I can see where we accepted the loan offer may 2002 it gives a rate of 3.85% doesn’t give the documents saying if it was fixed etc )I’m presuming it must have been a 5 years fixed rate) 
On 8/07 we took a 2 year fixed option 5.49%
8/09 2 yearfixed4.20%
9/11 2 year fixed 5.65%
9/13 5 year fixed 5.25 
Don’t see tracker mentioned anywhere. 
Then I seem to have got a letter dated 21/3/14 telling us our fixed term is ending on 1/9/13 and we will automatically roll on to svr 4.6%. (Please note six month gap) 
Then on 11/16 we got a letter saying original loan over no longer applies new rate is 3.85 one year discount variable. 
Has anyone any idea what this is all about.

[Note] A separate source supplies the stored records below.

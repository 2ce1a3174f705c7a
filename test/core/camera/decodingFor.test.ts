import { describe, expect, it } from 'vitest';
import { decodingFor } from '../../../src/core/camera/decodingFor.js';
import type { KerrError } from '../../../src/errors.js';

const tagged = { colourTransfer: 'iec61966-2-1', colourMatrix: 'bt709', colourRange: 'limited' as const, height: 1080 };

describe('decodingFor: decoding chosen from stream tags (ffprobe names)', () => {
  it('reads iec61966-2-1 as srgb, bt709 matrix, limited range, clip code 250, without notes', () => {
    const d = decodingFor(tagged);
    expect(d).toEqual({ range: 'limited', matrix: 'bt709', transfer: 'srgb', clipCode: 250, notes: [] });
  });

  it.each([['bt709', 'bt709'], ['smpte170m', 'bt709'], ['linear', 'linear'], ['gamma22', 'gamma:2.2']])('maps color_transfer %s to %s', (tag, expected) => {
    expect(decodingFor({ ...tagged, colourTransfer: tag }).transfer).toBe(expected);
  });

  it('assumes srgb with a note when the transfer is not tagged', () => {
    const d = decodingFor({ ...tagged, colourTransfer: 'unknown' });
    expect(d.transfer).toBe('srgb');
    expect(d.notes.join(' ')).toMatch(/transfer/);
  });

  it('reads the HDR transfers from their tags: arib-std-b67 → hlg, smpte2084 → pq (ITU-R BT.2100; ffprobe names), and bt2020nc → the BT.2020 matrix', () => {
    const hlg = decodingFor({ ...tagged, colourTransfer: 'arib-std-b67', colourMatrix: 'bt2020nc' });
    expect(hlg).toMatchObject({ transfer: 'hlg', matrix: 'bt2020', notes: [] });
    const pq = decodingFor({ ...tagged, colourTransfer: 'smpte2084', colourMatrix: 'bt2020nc' });
    expect(pq.transfer).toBe('pq');
    expect(pq.notes.join(' ')).toMatch(/clipped highlights cannot be recognised/);
  });

  it('refuses a tagged transfer or matrix it cannot decode, in one line, instead of decoding it as something else', () => {
    for (const meta of [{ ...tagged, colourTransfer: 'log316' }, { ...tagged, colourTransfer: 'smpte428' }, { ...tagged, colourMatrix: 'bt2020c' }, { ...tagged, colourMatrix: 'ycgco' }]) {
      let caught: unknown;
      try { decodingFor(meta); } catch (e) { caught = e; }
      expect((caught as { code?: string }).code).toBe('UNSUPPORTED_ENCODING');
      expect((caught as KerrError).oneLine()).not.toMatch(/\n/);
    }
  });

  it('accepts an unknown transfer tag when a measured response is given, and says so', () => {
    const d = decodingFor({ ...tagged, colourTransfer: 'log316' }, { response: { code: [0, 128, 255], linear: [0, 0.3, 1] } });
    expect(d.response).toBeDefined();
    expect(d.notes.join(' ')).toMatch(/measured camera response/);
  });

  it('maps BT.601 matrix tags and guesses by frame height when untagged (common practice: HD is BT.709)', () => {
    expect(decodingFor({ ...tagged, colourMatrix: 'smpte170m' }).matrix).toBe('bt601');
    expect(decodingFor({ ...tagged, colourMatrix: 'unknown', height: 720 }).matrix).toBe('bt709');
    const sd = decodingFor({ ...tagged, colourMatrix: 'unknown', height: 480 });
    expect(sd.matrix).toBe('bt601');
    expect(sd.notes.length).toBe(1);
  });

  it('assumes limited range with a note when the range is unknown, keeps full when tagged', () => {
    expect(decodingFor({ ...tagged, colourRange: 'unknown' }).range).toBe('limited');
    expect(decodingFor({ ...tagged, colourRange: 'unknown' }).notes.length).toBe(1);
    expect(decodingFor({ ...tagged, colourRange: 'full' }).range).toBe('full');
  });

  it('lets overrides win over tags, without notes for the overridden parts', () => {
    const d = decodingFor({ ...tagged, colourTransfer: 'unknown' }, { transfer: 'gamma:2.4', clipCode: 240, range: 'full' });
    expect(d.transfer).toBe('gamma:2.4');
    expect(d.clipCode).toBe(240);
    expect(d.range).toBe('full');
    expect(d.notes).toEqual([]);
  });
});
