/** A model y = f(params, x) with one scalar predictor. */
export interface CurveModel {
  nParams: number;
  value(params: Float64Array, x: number): number;
  /** Optional analytic gradient d value / d param_j into out[j]; numeric central differences otherwise. */
  gradient?(params: Float64Array, x: number, out: Float64Array): void;
}

export interface LmOptions {
  /** Cap on Jacobian evaluations (outer iterations). Default 500. */
  maxIterations?: number;
  /** Stop when the scaled step ‖D·Δp‖ ≤ xtol·‖D·p‖. Default 1e-12. */
  xtol?: number;
  /** Stop when actual and predicted relative RSS reductions are both ≤ ftol. Default 1e-14. */
  ftol?: number;
  /** Stop when the largest cosine between the residual vector and a Jacobian column is ≤ gtol. Default 1e-15. */
  gtol?: number;
  /** Per-point weights w_i ≥ 0 (1/σ_i² for known errors). Points with w_i = 0 are left out entirely. */
  weights?: Float64Array;
  /** Per-parameter lower bounds (use -Infinity for none). */
  lower?: ArrayLike<number>;
  /** Per-parameter upper bounds (use Infinity for none). */
  upper?: ArrayLike<number>;
}

export type LmReason = 'xtol' | 'ftol' | 'gtol' | 'max-iterations' | 'singular' | 'non-finite';

export interface LmResult {
  params: Float64Array;
  stdErr: Float64Array;
  /** p×p row-major, (JᵀWJ)⁻¹·RSS/(n−p). NaN when the Jacobian is rank-deficient at the result. */
  covariance: Float64Array;
  correlation(i: number, j: number): number;
  /** Weighted residual sum of squares Σ w_i·(y_i − f(x_i))². */
  rss: number;
  /** √(RSS/dof). */
  residualStdDev: number;
  /** Points with positive weight minus parameters. */
  dof: number;
  /** Jacobian evaluations (outer iterations) used. */
  iterations: number;
  /** Model evaluations over all points (residual vectors computed, Jacobians excluded). */
  evaluations: number;
  converged: boolean;
  reason: LmReason;
}

const DEFAULT_MAX_ITERATIONS = 500;
const DEFAULT_XTOL = 1e-12;
const DEFAULT_FTOL = 1e-14;
const DEFAULT_GTOL = 1e-15;
/** Marquardt's damping relative to the Moré-scaled diagonal at the start. */
const INITIAL_LAMBDA = 1e-3;
/** A trial step is accepted when the actual RSS reduction is at least this fraction of the predicted one. */
const ACCEPT_RATIO = 1e-4;
/** "Delayed gratification" damping update: λ ÷ 3 after an accepted step, λ × 2 after a rejected one. */
const LAMBDA_DOWN = 3;
const LAMBDA_UP = 2;
/** Cap on rejected trial steps within one outer iteration (λ can grow by 2^60 ≈ 1e18 in one iteration). */
const MAX_TRIALS_PER_ITERATION = 60;

/**
 * Weighted nonlinear least squares by the Levenberg–Marquardt method: minimise
 * RSS(p) = Σ_i w_i·(y_i − f(p, x_i))².
 *
 * Each iteration takes the Jacobian J (analytic from `model.gradient`, else central differences),
 * factors J·P = Q·R by pivoted Householder QR, and for the current damping λ solves
 * min ‖J·Δ + e‖² + λ·‖D·Δ‖² with Givens rotations on R (never forming JᵀJ, so ill-conditioned
 * problems stay accurate). D holds Moré's scaling: the largest column norms of J seen so far
 * (Moré, "The Levenberg–Marquardt algorithm: implementation and theory", LNM 630, 1978). A trial
 * is accepted when ρ = actual/predicted RSS reduction > 1e-4; then λ ← λ/3, otherwise λ ← 2λ (the
 * "delayed gratification" update of Transtrum & Sethna, "Improvements to the Levenberg–Marquardt
 * algorithm for nonlinear least-squares minimization", arXiv:1201.5885, 2012; with it all 16 NIST
 * StRD sets reach the certified values from both starts, where Nielsen's ρ-based update missed
 * BoxBOD start 1).
 * Stops on xtol, ftol or gtol (the tests of MINPACK-1, Moré, Garbow & Hillstrom, ANL-80-74, 1980)
 * or on the iteration cap. Long curved valleys are slow: NIST Bennett5 takes about 250–320
 * iterations.
 *
 * Bounds, when given, are enforced by an active set with projection: the start is clamped into
 * [lower, upper]; each iteration holds a parameter that sits on a bound while the descent direction
 * points outward, solves the damped step for the others, clamps the trial point into the box and
 * uses the predicted reduction of the clamped step (a projected Levenberg–Marquardt, in the spirit of
 * Kanzow, Yamashita & Fukushima, J. Comput. Appl. Math. 172, 2004). A parameter that ends on a bound
 * keeps the unconstrained covariance formula (its standard error is then only indicative).
 *
 * Result: covariance = (JᵀWJ)⁻¹·RSS/(n − p) at the final parameters (Bates & Watts, "Nonlinear
 * Regression Analysis and Its Applications", 1988, §2.3); stdErr = √diag. Reason 'singular' when the
 * Jacobian there has numerical rank < p (the data do not determine every parameter; stdErr NaN);
 * 'non-finite' when the model gives NaN/±Infinity at the start or in a Jacobian.
 * The caller's arrays are never modified. Units are those of x, y and the parameters.
 *
 * Throws KerrError (BAD_ARGUMENT) on mismatched lengths, non-finite data at points with positive
 * weight, negative weights, bad bounds or options; (NOT_IDENTIFIABLE) with fewer points than
 * parameters.
 *
 * @example
 * // y = a·exp(−b·x) through (0, 2), (1, 2e^−1), (2, 2e^−2) from (1, 1): params ≈ [2, 1], rss ≈ 0
 * levenbergMarquardt({ nParams: 2, value: (p, x) => p[0]! * Math.exp(-p[1]! * x) },
 *   [0, 1, 2], [2, 2 * Math.exp(-1), 2 * Math.exp(-2)], [1, 1]);
 */
export function levenbergMarquardt(
  model: CurveModel,
  x: ArrayLike<number>,
  y: ArrayLike<number>,
  start: ArrayLike<number>,
  options: LmOptions = {},
): LmResult {
  const p = model.nParams;
  if (!Number.isInteger(p) || p < 1) throw invalid('a positive whole number of parameters', 'model.nParams', p);
  if (start.length !== p) throw invalid(`a start vector of ${p} values`, 'start', `${start.length} values`);
  if (x.length !== y.length) throw invalid(`as many y values as x values (${x.length})`, 'y', `${y.length} values`);
  const maxIterations = options.maxIterations ?? DEFAULT_MAX_ITERATIONS;
  if (!Number.isInteger(maxIterations) || maxIterations < 1) throw invalid('a positive whole number', 'maxIterations', maxIterations);
  const xtol = checkTolerance(options.xtol ?? DEFAULT_XTOL, 'xtol');
  const ftol = checkTolerance(options.ftol ?? DEFAULT_FTOL, 'ftol');
  const gtol = checkTolerance(options.gtol ?? DEFAULT_GTOL, 'gtol');
  const lower = boundVector(options.lower, p, 'lower', -Infinity);
  const upper = boundVector(options.upper, p, 'upper', Infinity);
  for (let j = 0; j < p; j++) {
    if (!Number.isFinite(start[j]!)) throw invalid('finite start values', `start[${j}]`, start[j]);
    if (lower[j]! > upper[j]!) throw invalid(`lower[${j}] ≤ upper[${j}]`, `lower[${j}]`, `${lower[j]} > ${upper[j]}`);
  }

  // Active points (weight > 0), compacted; sqrtW folds the weights into residuals and Jacobian.
  const weights = options.weights;
  if (weights !== undefined && weights.length !== x.length) {
    throw invalid(`${x.length} weights (one per point)`, 'weights', `${weights.length} values`);
  }
  let m = 0;
  for (let i = 0; i < x.length; i++) {
    const w = weights === undefined ? 1 : weights[i]!;
    if (!(w >= 0) || !Number.isFinite(w)) throw invalid('finite weights ≥ 0', `weights[${i}]`, w);
    if (w > 0) m++;
  }
  if (m < p) {
    throw invalid(`at least ${p} points with positive weight (one per parameter)`, 'data', `${m} points`,
      'Record more points, or fit fewer parameters', 'NOT_IDENTIFIABLE');
  }
  const xs = new Float64Array(m);
  const ys = new Float64Array(m);
  const sqrtW = new Float64Array(m);
  for (let i = 0, k = 0; i < x.length; i++) {
    const w = weights === undefined ? 1 : weights[i]!;
    if (w === 0) continue;
    if (!Number.isFinite(x[i]!) || !Number.isFinite(y[i]!)) {
      throw invalid('finite x and y at every point with positive weight', `data[${i}]`, `(${x[i]}, ${y[i]})`,
        'Give such points weight 0 or remove them before fitting');
    }
    xs[k] = x[i]!;
    ys[k] = y[i]!;
    sqrtW[k] = Math.sqrt(w);
    k++;
  }

  // Work buffers, allocated once per call.
  const params = new Float64Array(p);
  for (let j = 0; j < p; j++) params[j] = clamp(start[j]!, lower[j]!, upper[j]!);
  const trial = new Float64Array(p);
  const freeStep = new Float64Array(p);
  const free = new Int32Array(p);
  const freeDiag = new Float64Array(p);
  const diag = new Float64Array(p);
  const colNorm = new Float64Array(p);
  const qrScratch = new Float64Array(p);
  const rdiag = new Float64Array(p);
  const pivot = new Int32Array(p);
  const solveWork = new Float64Array(p * p + 2 * p);
  const grad = new Float64Array(p);
  const jac = new Float64Array(m * p);
  let resid = new Float64Array(m);
  let residTrial = new Float64Array(m);
  const qtr = new Float64Array(m);
  let evaluations = 0;

  /** e_i = √w_i·(f_i − y_i) into `out`; returns Σ e_i² (NaN if any is non-finite). */
  const residuals = (at: Float64Array, out: Float64Array): number => {
    evaluations++;
    let sum = 0;
    let comp = 0; // Kahan compensation
    for (let i = 0; i < m; i++) {
      const e = sqrtW[i]! * (model.value(at, xs[i]!) - ys[i]!);
      out[i] = e;
      const term = e * e - comp;
      const next = sum + term;
      comp = next - sum - term;
      sum = next;
    }
    return Number.isFinite(sum) ? sum : Number.NaN;
  };
  /** J_ij = √w_i·∂f(x_i)/∂p_j, column-major; false if any entry is non-finite. */
  const jacobian = (at: Float64Array, out: Float64Array): boolean => {
    let finite = true;
    for (let i = 0; i < m; i++) {
      grad.fill(0);
      if (model.gradient) model.gradient(at, xs[i]!, grad);
      else numericGradient(model.value, at, xs[i]!, grad);
      for (let j = 0; j < p; j++) {
        const v = sqrtW[i]! * grad[j]!;
        if (!Number.isFinite(v)) finite = false;
        out[i + j * m] = v;
      }
    }
    return finite;
  };

  let rss = residuals(params, resid);
  let iterations = 0;
  let reason: LmReason = 'max-iterations';
  let converged = false;
  if (Number.isNaN(rss)) {
    reason = 'non-finite';
  } else {
    let lambda = INITIAL_LAMBDA;
    outer: while (iterations < maxIterations) {
      iterations++;
      if (!jacobian(params, jac)) {
        reason = 'non-finite';
        break;
      }
      const residNorm = Math.sqrt(rss);
      if (residNorm === 0) {
        reason = 'gtol';
        converged = true;
        break;
      }
      // Moré scaling from every column; then the active set: a parameter sitting on a bound whose
      // descent direction −∂RSS/∂p_j points out of the box is held this iteration.
      let nFree = 0;
      for (let j = 0; j < p; j++) {
        const norm = columnNorm(jac, m, j);
        colNorm[j] = norm;
        diag[j] = iterations === 1 ? (norm > 0 ? norm : 1) : Math.max(diag[j]!, norm);
        let held = false;
        if (params[j]! <= lower[j]! || params[j]! >= upper[j]!) {
          let slope = 0; // (Jᵀe)_j = ½·∂RSS/∂p_j
          for (let i = 0; i < m; i++) slope += jac[i + j * m]! * resid[i]!;
          held = (params[j]! <= lower[j]! && slope > 0) || (params[j]! >= upper[j]! && slope < 0);
        }
        if (!held) {
          if (nFree !== j) jac.copyWithin(nFree * m, j * m, (j + 1) * m);
          free[nFree] = j;
          freeDiag[nFree] = diag[j]!;
          nFree++;
        }
      }
      if (nFree === 0) {
        reason = 'gtol'; // every parameter is held on a bound by the gradient: a constrained optimum
        converged = true;
        break;
      }
      householderQr(jac, m, nFree, rdiag, pivot, qrScratch);
      qtr.set(resid);
      applyQrTranspose(jac, m, nFree, qtr);

      // gtol: largest |cos| between e and a free column of J; Jᵀe = P·Rᵀ·(Qᵀe)_(0..nFree−1).
      let gnorm = 0;
      for (let k = 0; k < nFree; k++) {
        const norm = colNorm[free[pivot[k]!]!]!;
        if (norm === 0) continue;
        let sum = rdiag[k]! * qtr[k]!;
        for (let i = 0; i < k; i++) sum += jac[i + k * m]! * qtr[i]!;
        gnorm = Math.max(gnorm, Math.abs(sum / (norm * residNorm)));
      }
      if (gnorm <= gtol) {
        reason = 'gtol';
        converged = true;
        break;
      }

      for (let attempt = 0; ; attempt++) {
        if (attempt >= MAX_TRIALS_PER_ITERATION) {
          reason = 'max-iterations';
          break outer;
        }
        dampedTriangularSolve(jac, m, nFree, rdiag, pivot, qtr, freeDiag, lambda, freeStep, solveWork);
        trial.set(params);
        let stepNorm2 = 0;
        let xNorm2 = 0;
        for (let k = 0; k < nFree; k++) {
          const j = free[k]!;
          trial[j] = clamp(params[j]! + freeStep[k]!, lower[j]!, upper[j]!);
          freeStep[k] = trial[j]! - params[j]!;
          stepNorm2 += (diag[j]! * freeStep[k]!) ** 2;
        }
        for (let j = 0; j < p; j++) xNorm2 += (diag[j]! * params[j]!) ** 2;
        const stepNorm = Math.sqrt(stepNorm2);
        const xNorm = Math.sqrt(xNorm2);
        if (stepNorm === 0) {
          // Nothing can move (every free direction is clamped, or the step underflowed).
          reason = 'xtol';
          converged = true;
          break outer;
        }
        // Predicted reduction of the linear model, ‖e‖² − ‖e + J·Δ‖² = −(2·qtrᵀ(R·z) + ‖R·z‖²), z = Pᵀ·Δ.
        let dot = 0;
        let rzNorm2 = 0;
        for (let k = 0; k < nFree; k++) {
          let sum = rdiag[k]! * freeStep[pivot[k]!]!;
          for (let l = k + 1; l < nFree; l++) sum += jac[k + l * m]! * freeStep[pivot[l]!]!;
          dot += qtr[k]! * sum;
          rzNorm2 += sum * sum;
        }
        const predicted = -(2 * dot + rzNorm2);
        const rssTrial = residuals(trial, residTrial);
        const actual = rss - rssTrial;
        const ratio = Number.isFinite(rssTrial) && predicted > 0 ? actual / predicted : -1;
        const relActual = actual / rss;
        const relPredicted = predicted / rss;
        const accepted = ratio > ACCEPT_RATIO;
        if (accepted) {
          params.set(trial);
          const swap = resid;
          resid = residTrial;
          residTrial = swap;
          rss = rssTrial;
          lambda /= LAMBDA_DOWN;
        } else {
          lambda *= LAMBDA_UP;
        }
        if (Number.isFinite(rssTrial) && Math.abs(relActual) <= ftol && relPredicted <= ftol && ratio <= 2) {
          reason = 'ftol';
          converged = true;
          break outer;
        }
        if (stepNorm <= xtol * xNorm) {
          reason = 'xtol';
          converged = true;
          break outer;
        }
        if (accepted) break;
        if (!Number.isFinite(lambda)) {
          reason = 'max-iterations';
          break outer;
        }
      }
    }
  }

  // Covariance at the final parameters from a fresh Jacobian.
  const dof = m - p;
  const variance = dof > 0 ? rss / dof : Number.NaN;
  const covariance = new Float64Array(p * p).fill(Number.NaN);
  const stdErr = new Float64Array(p).fill(Number.NaN);
  if (reason !== 'non-finite') {
    if (!jacobian(params, jac)) {
      reason = 'non-finite';
      converged = false;
    } else {
      const { inverse, rank } = normalMatrixInverse(jac, m, p);
      if (rank < p) {
        if (converged) reason = 'singular';
        converged = false;
      } else {
        for (let k = 0; k < p * p; k++) covariance[k] = inverse[k]! * variance;
        for (let j = 0; j < p; j++) stdErr[j] = Math.sqrt(covariance[j * p + j]!);
      }
    }
  }
  return {
    params,
    stdErr,
    covariance,
    correlation: (i: number, j: number): number =>
      covariance[i * p + j]! / Math.sqrt(covariance[i * p + i]! * covariance[j * p + j]!),
    rss,
    residualStdDev: Math.sqrt(variance),
    dof,
    iterations,
    evaluations,
    converged,
    reason,
  };
}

I’ve never felt so lost.


----------



## mitzymoo (8 Mar 2018)

When you received the documentation from UB regarding your interest rate options were you given the option to take a tracker rate or only fixed rates?


----------



## Deenie (8 Mar 2018)

No mention of tracker at all but there’s fixed rate, svr, other variable rate, discounted variable .


----------



## mitzymoo (8 Mar 2018)

You probably should have been offered a tracker in 2007.  I'm not sure if they were offered in 2002 when you took your mortgage out initially (but could be incorrect here).
I would go back to them to see if you were offered a tracker then & if not, why not.


----------